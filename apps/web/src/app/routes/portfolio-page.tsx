import { useParams } from "react-router-dom";
import { paths } from "@/config/paths";
import { ButtonLink } from "@/components/ui/button";
import { Card, CardHeader } from "@/components/ui/card";
import { PageHeader } from "@/components/ui/page-header";
import { LoadingState } from "@/components/ui/states";
import { formatDateTime } from "@/lib/format";
import { usePortfolio } from "@/features/peril/api/get-portfolio";
import { PerilRecordError } from "@/features/peril/components/peril-record-error";
import { PortfolioRowsTable } from "@/features/peril/components/portfolio-rows-table";

/** One portfolio baseline: its rows and where they came from (file, checksum, who, when). */
export default function PortfolioPage() {
  const { portfolioId } = useParams();
  const portfolio = usePortfolio(portfolioId);
  if (portfolio.isPending) return <LoadingState label="Loading portfolio…" />;
  if (portfolio.isError) return <PerilRecordError noun="portfolio" error={portfolio.error} retry={() => portfolio.refetch()} />;
  const p = portfolio.data;
  return (
    <>
      <PageHeader
        kicker="Peril lens · portfolio"
        title={p.name}
        description={p.description || undefined}
        actions={
          <ButtonLink to={paths.perils.build()} variant="secondary">
            Back to the peril lens
          </ButtonLink>
        }
      />
      <Card>
        <CardHeader
          title={`${p.rowCount} rows`}
          subtitle={
            <>
              From {p.fileName}, uploaded by {p.createdByName ?? "unknown"} on {formatDateTime(p.createdAt)} · checksum{" "}
              <span className="font-mono text-xs">{p.checksum}</span>
            </>
          }
        />
        <PortfolioRowsTable rows={p.rows} caption={`Rows of ${p.name}`} />
      </Card>
    </>
  );
}
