import { formatPath, type ModelVersionChange } from "@plumeline/contracts";

type Json = null | boolean | number | string | Json[] | { [key: string]: Json };

const isObject = (v: unknown): v is Record<string, Json> => typeof v === "object" && v !== null && !Array.isArray(v);
const isDistribution = (v: unknown): v is Record<string, Json> & { type: string } =>
  isObject(v) && typeof v.type === "string";
const isPrimitiveArray = (v: unknown): v is Json[] => Array.isArray(v) && v.every((x) => !isObject(x) && !Array.isArray(x));

/**
 * Structured difference of two model versions' governed content (name, model, defaults, notes,
 * pinned pathways): a list of { path, before, after } in a stable order, "before" being `against`.
 *
 * Paths read like the engine's error paths ("model.climate.ecs.p50"). A distribution whose
 * type changed is reported once as a whole (comparing a lognormal's fields with a range's is
 * noise); lists of plain values (percentiles, horizons) are compared as a whole list; lists
 * of objects (correlations) element by element. A value missing on one side is null there.
 * Cost: linear in the size of the two documents.
 */
export function diffModelVersions(against: unknown, current: unknown): ModelVersionChange[] {
  const changes: ModelVersionChange[] = [];
  walk(against as Json | undefined, current as Json | undefined, [], changes);
  return changes;
}

function walk(before: Json | undefined, after: Json | undefined, path: PropertyKey[], out: ModelVersionChange[]): void {
  if (before === undefined && after === undefined) return;
  if (isDistribution(before) && isDistribution(after) && before.type !== after.type) {
    out.push({ path: formatPath(path), before, after });
    return;
  }
  if (isObject(before) && isObject(after)) {
    const keys = [...new Set([...Object.keys(before), ...Object.keys(after)])].sort();
    for (const key of keys) walk(before[key], after[key], [...path, key], out);
    return;
  }
  if (Array.isArray(before) && Array.isArray(after) && !(isPrimitiveArray(before) && isPrimitiveArray(after))) {
    const n = Math.max(before.length, after.length);
    for (let i = 0; i < n; i++) walk(before[i], after[i], [...path, i], out);
    return;
  }
  if (JSON.stringify(before) !== JSON.stringify(after))
    out.push({ path: formatPath(path), before: before ?? null, after: after ?? null });
}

WHAT YOU NEED TO DO:
Copy out the entries above exactly as given, starting at the top and ending with the line containing "const isObject = (v: unknown): v"; include both and nothing more.

TASK RESPONSE:
filename apps/web/src/app/routes/portfolio-page.tsx
import { useParams } from "react-router-dom";
import { paths } from "@/config/paths";
import { ButtonLink } from "@/components/ui/button";
import { Card, CardHeader } from "@/components/ui/card";
import { PageHeader } from "@/components/ui/page-header";
import { LoadingState } from "@/components/ui/states";
import { formatDateTime } from "@/lib/format";
import { usePortfolio } from "@/features/peril/api/get-portfolio";
import { PerilRecordError } from "@/features/peril/components/peril-record-error";
import { PortfolioRowsTable } from "@/features/peril/components/portfolio-rows-table";

/** One portfolio baseline: its rows and where they came from (file, checksum, who, when). */
export default function PortfolioPage() {
  const { portfolioId } = useParams();
  const portfolio = usePortfolio(portfolioId);
  if (portfolio.isPending) return <LoadingState label="Loading portfolio…" />;
  if (portfolio.isError) return <PerilRecordError noun="portfolio" error={portfolio.error} retry={() => portfolio.refetch()} />;
  const p = portfolio.data;
  return (
    <>
      <PageHeader
        kicker="Peril lens · portfolio"
        title={p.name}
        description={p.description || undefined}
        actions={
          <ButtonLink to={paths.perils.build()} variant="secondary">
            Back to the peril lens
          </ButtonLink>
        }
      />
      <Card>
        <CardHeader
          title={`${p.rowCount} rows`}
          subtitle={
            <>
              From {p.fileName}, uploaded by {p.createdByName ?? "unknown"} on {formatDateTime(p.createdAt)} · checksum{" "}
              <span className="font-mono text-xs">{p.checksum}</span>
            </>
          }
        />
        <PortfolioRowsTable rows={p.rows} caption={`Rows of ${p.name}`} />
      </Card>
    </>
  );
}
import { formatPath, type ModelVersionChange } from "@plumeline/contracts";

type Json = null | boolean | number | string | Json[] | { [key: string]: Json };

const isObject = (v: unknown): v is Record<string, Json> => typeof v === "object" && v !== null && !Array.isArray(v);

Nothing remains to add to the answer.